Bottom line, it looks like any inline element can be inside that anchor tag. No block level elements unless of course you are overriding the properties of that element using CSS, although this is not recommended.
It appears that placing inline markup inside or outside of the anchor tag is acceptable as long as the nesting order is correct.
I've always designed under the assumption that I want that anchor as close to the anchor text as possible without any markup inbetween. Therefore I've always placed style outside of the anchor unless of course it was something that required it be inside of the anchor (few instances).
However, are you only dealing with validated code, or real world tag soup?
Thanks to various WYSIWYG editors out there, we have the tag soup. It is all relative to how the user applies elements to the text. If they specify <strong><em> first and then apply a hyperlink, the <strong><em> elements end up outside of the anchor.

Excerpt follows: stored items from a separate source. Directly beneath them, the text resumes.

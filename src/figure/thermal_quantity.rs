//! One thermal quantity over temperature, and how far the harmonic and the Morse picture are off in it.

use super::thermal::{HARMONIC, MORSE, NUMERICAL, TEMPERATURE};
use super::{Axis, Figure, Role, Series, Shape};
use crate::findings::Findings;
use crate::thermal::{Averages, ThermalPoint};
use crate::units::{ANGSTROM_PER_BOHR, GAS_CONSTANT_JOULE_PER_MOLE_KELVIN, to_angstrom};

/// Temperatures a line is drawn with.
const POINTS: usize = 161;

/// A quantity that depends on temperature.
#[derive(Clone, Copy, Debug, Default, PartialEq, Eq)]
pub enum ThermalQuantity {
    /// q, counted from the lowest level.
    PartitionFunction,
    /// U above the lowest level.
    MeanEnergy,
    /// C_V.
    #[default]
    HeatCapacity,
    /// S.
    Entropy,
    /// ⟨r⟩.
    MeanLength,
    /// ⟨x²⟩ about r_e.
    MeanSquareX,
}

/// A quantity over temperature.
#[derive(Clone, Debug, PartialEq)]
pub struct ThermalPicture {
    /// Numerical, harmonic, Morse.
    pub values: Figure,
    /// Harmonic and Morse minus numerical, with the temperature reach where there is one.
    pub deviation: Figure,
    /// Range of the deviation that shows the tolerance too, and of a model that is far off no more than matters.
    pub deviation_range: Option<(f64, f64)>,
}

/// One value of each picture at a temperature; none where there is none.
#[derive(Clone, Copy, Debug, Default, PartialEq)]
pub struct ThermalValues {
    /// Over the numerical levels.
    pub numerical: f64,
    /// Harmonic.
    pub harmonic: Option<f64>,
    /// Of the Morse fit.
    pub morse: Option<f64>,
}

impl ThermalQuantity {
    /// All of them, in the order of the page.
    pub const ALL: [Self; 6] = [
        Self::PartitionFunction,
        Self::MeanEnergy,
        Self::HeatCapacity,
        Self::Entropy,
        Self::MeanLength,
        Self::MeanSquareX,
    ];

    /// Its name.
    pub const fn name(self) -> &'static str {
        match self {
            Self::PartitionFunction => "partition function",
            Self::MeanEnergy => "mean energy",
            Self::HeatCapacity => "heat capacity",
            Self::Entropy => "entropy",
            Self::MeanLength => "mean bond length",
            Self::MeanSquareX => "mean square x",
        }
    }

    /// Its symbol.
    pub const fn symbol(self) -> &'static str {
        match self {
            Self::PartitionFunction => "q",
            Self::MeanEnergy => "U − E(0)",
            Self::HeatCapacity => "Cᵥ",
            Self::Entropy => "S",
            Self::MeanLength => "⟨r⟩",
            Self::MeanSquareX => "⟨x²⟩",
        }
    }

    /// The unit of its values.
    pub const fn unit(self) -> &'static str {
        match self {
            Self::PartitionFunction => "",
            Self::MeanEnergy => "kJ/mol",
            Self::HeatCapacity | Self::Entropy => "J/(mol K)",
            Self::MeanLength => "Å",
            Self::MeanSquareX => "10⁻³ Å²",
        }
    }

    /// What it is, in a sentence.
    pub const fn about(self) -> &'static str {
        match self {
            Self::PartitionFunction => "q = Σ g exp(−(E − E(0))/k_BT), counted from the lowest level.",
            Self::MeanEnergy => "Mean energy above the lowest level.",
            Self::HeatCapacity => "Cᵥ: variance of the energy over k_BT².",
            Self::Entropy => "S = R (ln q + U/k_BT).",
            Self::MeanLength => "Mean bond length; the harmonic picture keeps it at rₑ.",
            Self::MeanSquareX => "Mean square displacement from rₑ, the mean-square amplitude.",
        }
    }

    /// How its deviation is measured.
    const fn deviation_axis(self) -> Axis {
        match self {
            Self::PartitionFunction => Axis { title: "off in q", unit: "%" },
            Self::MeanEnergy => Axis { title: "off in U", unit: "% of kT" },
            Self::HeatCapacity => Axis { title: "off in Cᵥ", unit: "% of R" },
            Self::Entropy => Axis { title: "off in S", unit: "% of R" },
            Self::MeanLength => Axis { title: "off in ⟨r⟩", unit: "%" },
            Self::MeanSquareX => Axis { title: "off in ⟨x²⟩", unit: "%" },
        }
    }

    /// The tolerance of the temperature reach in the unit of the deviation.
    const fn tolerance(self) -> Option<f64> {
        match self {
            Self::PartitionFunction | Self::MeanEnergy => Some(1.0),
            Self::MeanSquareX => Some(5.0),
            Self::HeatCapacity | Self::Entropy | Self::MeanLength => None,
        }
    }

    /// The values at a temperature: with rotation where the point has it.
    pub fn values(self, point: &ThermalPoint, r_e_bohr: Option<f64>) -> ThermalValues {
        let of = |get: fn(&Averages) -> f64| match &point.rotating {
            Some(r) => ThermalValues {
                numerical: get(&r.rovibrational),
                harmonic: r.harmonic.as_ref().map(get),
                morse: r.morse.as_ref().map(get),
            },
            None => ThermalValues {
                numerical: get(&point.vibrational),
                harmonic: point.harmonic.as_ref().map(get),
                morse: point.morse.as_ref().map(get),
            },
        };
        let square = |bohr2: f64| 1e3 * bohr2 * ANGSTROM_PER_BOHR * ANGSTROM_PER_BOHR;
        // Where the fit's levels with rotation are, is not computed.
        let vibrating = point.rotating.is_none();
        match self {
            Self::PartitionFunction => of(|a| a.partition_function),
            Self::MeanEnergy => of(Averages::mean_energy_kilojoule_per_mole),
            Self::HeatCapacity => of(Averages::heat_capacity_joule_per_mole_kelvin),
            Self::Entropy => of(Averages::entropy_joule_per_mole_kelvin),
            Self::MeanLength => ThermalValues {
                numerical: to_angstrom(point.rotating.map_or(point.mean_r_bohr, |r| r.mean_r_bohr)),
                harmonic: r_e_bohr.map(to_angstrom),
                morse: point.morse_mean_r_bohr.filter(|_| vibrating).map(to_angstrom),
            },
            Self::MeanSquareX => ThermalValues {
                numerical: square(
                    point.rotating.map_or(point.mean_square_x_bohr2, |r| r.mean_square_x_bohr2),
                ),
                harmonic: point.harmonic_mean_square_x_bohr2.map(square),
                morse: point.morse_mean_square_x_bohr2.filter(|_| vibrating).map(square),
            },
        }
    }

    /// How far a value is off, in the unit of the deviation.
    fn off(self, point: &ThermalPoint, value: f64, numerical: f64) -> f64 {
        match self {
            Self::MeanEnergy => {
                let kt = 1e-3 * GAS_CONSTANT_JOULE_PER_MOLE_KELVIN * point.kelvin;
                100.0 * (value - numerical) / kt
            }
            Self::HeatCapacity | Self::Entropy => {
                100.0 * (value - numerical) / GAS_CONSTANT_JOULE_PER_MOLE_KELVIN
            }
            _ => 100.0 * (value - numerical) / numerical,
        }
    }
}

/// A quantity from low temperatures up to `highest_kelvin`, with rotation where the findings have it. None without levels.
pub fn thermal_picture(
    findings: &Findings,
    quantity: ThermalQuantity,
    highest_kelvin: f64,
) -> Option<ThermalPicture> {
    let kelvin: Vec<f64> = (1..=POINTS).map(|i| highest_kelvin * i as f64 / POINTS as f64).collect();
    let mesh = findings.thermal_at(&kelvin);
    if mesh.is_empty() {
        return None;
    }
    let r_e = findings.curve.as_ref().map(|c| c.local.r_e_bohr);
    let values: Vec<(&ThermalPoint, ThermalValues)> =
        mesh.iter().map(|p| (p, quantity.values(p, r_e))).collect();
    let line = |role: Role, value: &dyn Fn(&ThermalPoint, &ThermalValues) -> Option<f64>| {
        let (label, about) = match role {
            Role::Parabola => ("harmonic", HARMONIC),
            Role::Morse => ("Morse fit", MORSE),
            _ => ("numerical", NUMERICAL),
        };
        let at = |(p, v): &(&ThermalPoint, ThermalValues)| {
            Some([p.kelvin, value(p, v).filter(|v| v.is_finite())?])
        };
        let points: Vec<[f64; 2]> = values.iter().filter_map(at).collect();
        (!points.is_empty()).then(|| plain(role, label, about, Shape::Line(points)))
    };
    let absolute = [
        line(Role::Parabola, &|_, v| v.harmonic),
        line(Role::Morse, &|_, v| v.morse),
        line(Role::Scanned, &|_, v| Some(v.numerical)),
    ];
    let off = [
        line(Role::Morse, &|p, v| v.morse.map(|m| quantity.off(p, m, v.numerical))),
        line(Role::Parabola, &|p, v| v.harmonic.map(|h| quantity.off(p, h, v.numerical))),
    ];
    let off: Vec<Series> = off.into_iter().flatten().collect();
    let unit = quantity.unit();
    let figure = |y: Axis, series: Vec<Series>| Figure { x: TEMPERATURE, y, series };
    Some(ThermalPicture {
        values: figure(Axis { title: quantity.name(), unit }, absolute.into_iter().flatten().collect()),
        deviation: figure(quantity.deviation_axis(), [reach(findings, quantity), off.clone()].concat()),
        deviation_range: quantity.tolerance().and_then(|t| range(&off, t)),
    })
}

/// At least two tolerances, at most twelve.
fn range(series: &[Series], tolerance: f64) -> Option<(f64, f64)> {
    let lines = series.iter().filter_map(|s| match &s.shape {
        Shape::Line(points) => Some(points),
        _ => None,
    });
    let most = lines.flatten().map(|p| p[1].abs()).fold(0.0, f64::max);
    let half = (1.15 * most).clamp(2.0 * tolerance, 12.0 * tolerance);
    half.is_finite().then_some((-half, half))
}

fn plain(role: Role, label: &str, about: &str, shape: Shape) -> Series {
    Series { role, label: label.to_owned(), about: about.to_owned(), strong: None, shape }
}

/// The band up to the temperature reach and its tolerance; the zero line.
fn reach(findings: &Findings, quantity: ThermalQuantity) -> Vec<Series> {
    let zero = plain(Role::Zero, "no deviation", NUMERICAL, Shape::Level(0.0));
    let Some((tolerance, reach)) = quantity.tolerance().zip(findings.reach.as_ref()) else {
        return vec![zero];
    };
    let t = reach.temperature_kelvin;
    let (limit, about) = match quantity {
        ThermalQuantity::PartitionFunction => {
            (t.partition_function, "Vibration alone: up to where |ln q(harmonic) − ln q| ≤ 0.01.")
        }
        ThermalQuantity::MeanEnergy => {
            (t.mean_energy, "Vibration alone: up to where |U(harmonic) − U| ≤ 0.01 k_B T.")
        }
        _ => (t.mean_square_x, "Vibration alone: up to where ⟨x²⟩ is within 5 %."),
    };
    let band = limit.or(t.looked_up_to).filter(|k| *k > 0.0);
    let band = band.map(|k| plain(Role::Reach, "reach", about, Shape::Band(None, Some(k))));
    let lines = [tolerance, -tolerance].map(|t| plain(Role::Tolerance, "tolerance", about, Shape::Level(t)));
    band.into_iter().chain([zero]).chain(lines).collect()
}

#[cfg(test)]
mod tests {
    use super::*;
    use crate::settings::Settings;

    fn found(rotation: bool) -> Findings {
        let text = include_str!("../../sample-scans/lih_X_A.csv");
        let scan = crate::scan::read::read_scan("lih_X_A.csv", text.as_bytes(), &Default::default()).unwrap();
        let mut settings = Settings::default();
        settings.masses.atoms = Some(crate::species::parse_atoms("7Li,1H").unwrap());
        settings.thermal.rotation = rotation;
        crate::study::study(&scan, &settings).unwrap()
    }

    fn last(figure: &Figure, role: Role) -> Option<f64> {
        figure.series.iter().find_map(|s| match &s.shape {
            Shape::Line(points) if s.role == role => points.last().map(|p| p[1]),
            _ => None,
        })
    }

    /// At 2000 K the classical limit is near: R for vibration, 2R with rotation (equipartition); the anharmonic ladder is
    /// closer than the harmonic one, so harmonic values of q and U are too small and Morse is nearer.
    #[test]
    fn every_quantity_has_its_lines_with_and_without_rotation() {
        let gas = GAS_CONSTANT_JOULE_PER_MOLE_KELVIN;
        for (rotation, parts) in [(false, 1.0), (true, 2.0)] {
            let findings = found(rotation);
            let picture = |q| thermal_picture(&findings, q, 2000.0).unwrap();
            for quantity in ThermalQuantity::ALL {
                let picture = picture(quantity);
                for role in [Role::Scanned, Role::Parabola] {
                    assert!(last(&picture.values, role).is_some_and(|v| v > 0.0), "{quantity:?} {role:?}");
                }
                assert!(last(&picture.deviation, Role::Parabola).is_some(), "{quantity:?}");
                let bands = picture.deviation.series.iter().filter(|s| s.role == Role::Tolerance).count();
                assert_eq!(bands, if quantity.tolerance().is_some() { 2 } else { 0 });
            }
            let capacity = last(&picture(ThermalQuantity::HeatCapacity).values, Role::Scanned).unwrap();
            assert!((capacity / gas - parts).abs() < 0.15 * parts, "{capacity}");
            for quantity in [ThermalQuantity::PartitionFunction, ThermalQuantity::MeanEnergy] {
                let off = picture(quantity).deviation;
                let (harmonic, morse) =
                    (last(&off, Role::Parabola).unwrap(), last(&off, Role::Morse).unwrap());
                assert!(harmonic < -1.0 && morse.abs() < 0.5 * harmonic.abs(), "{harmonic} {morse}");
            }
            let length = picture(ThermalQuantity::MeanLength);
            assert!(last(&length.deviation, Role::Parabola).unwrap() < -1.0, "a bond grows with temperature");
        }
        assert!(findings_without_levels());
    }

    fn findings_without_levels() -> bool {
        let text = "r / angstrom, E / hartree\n1.0,0.1\n1.2,0.02\n1.4,0.0\n1.6,0.01\n1.8,0.03\n2.0,0.05\n";
        let scan = crate::scan::read::read_scan("x.csv", text.as_bytes(), &Default::default()).unwrap();
        let findings = crate::study::study(&scan, &Settings::default()).unwrap();
        thermal_picture(&findings, ThermalQuantity::Entropy, 1000.0).is_none()
    }
}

If they specify the anchor first and then apply <strong><em>, the elements end up inside of the anchor. Which is correct?
hey dont say that, it was fun making it ;) It's not Perl either, I am clueless with Perl. It's easier for me to write 50/60 lines of code than try to fathom someone elses. This <a> thing is a minor problem :). Editing my code for unusual HTML makes it easier.... p.s. strip_tags() would do the same thing, I'm just doing a preg_replace and leaving the first character of the tag and a flag.
>thy tag soup
I guess its inevitable if I spider anything from the web, soup will be involved. Thanks for some of that legwork guys I wouldnt have known where ot start.
Looking at pageones list, I wouldn't mind stripping most of them out. I'll have to remember these terms - "inline" and "nested"......next time someone has some HTML that doesnt comply with my regex I'll send them an e-mail ;)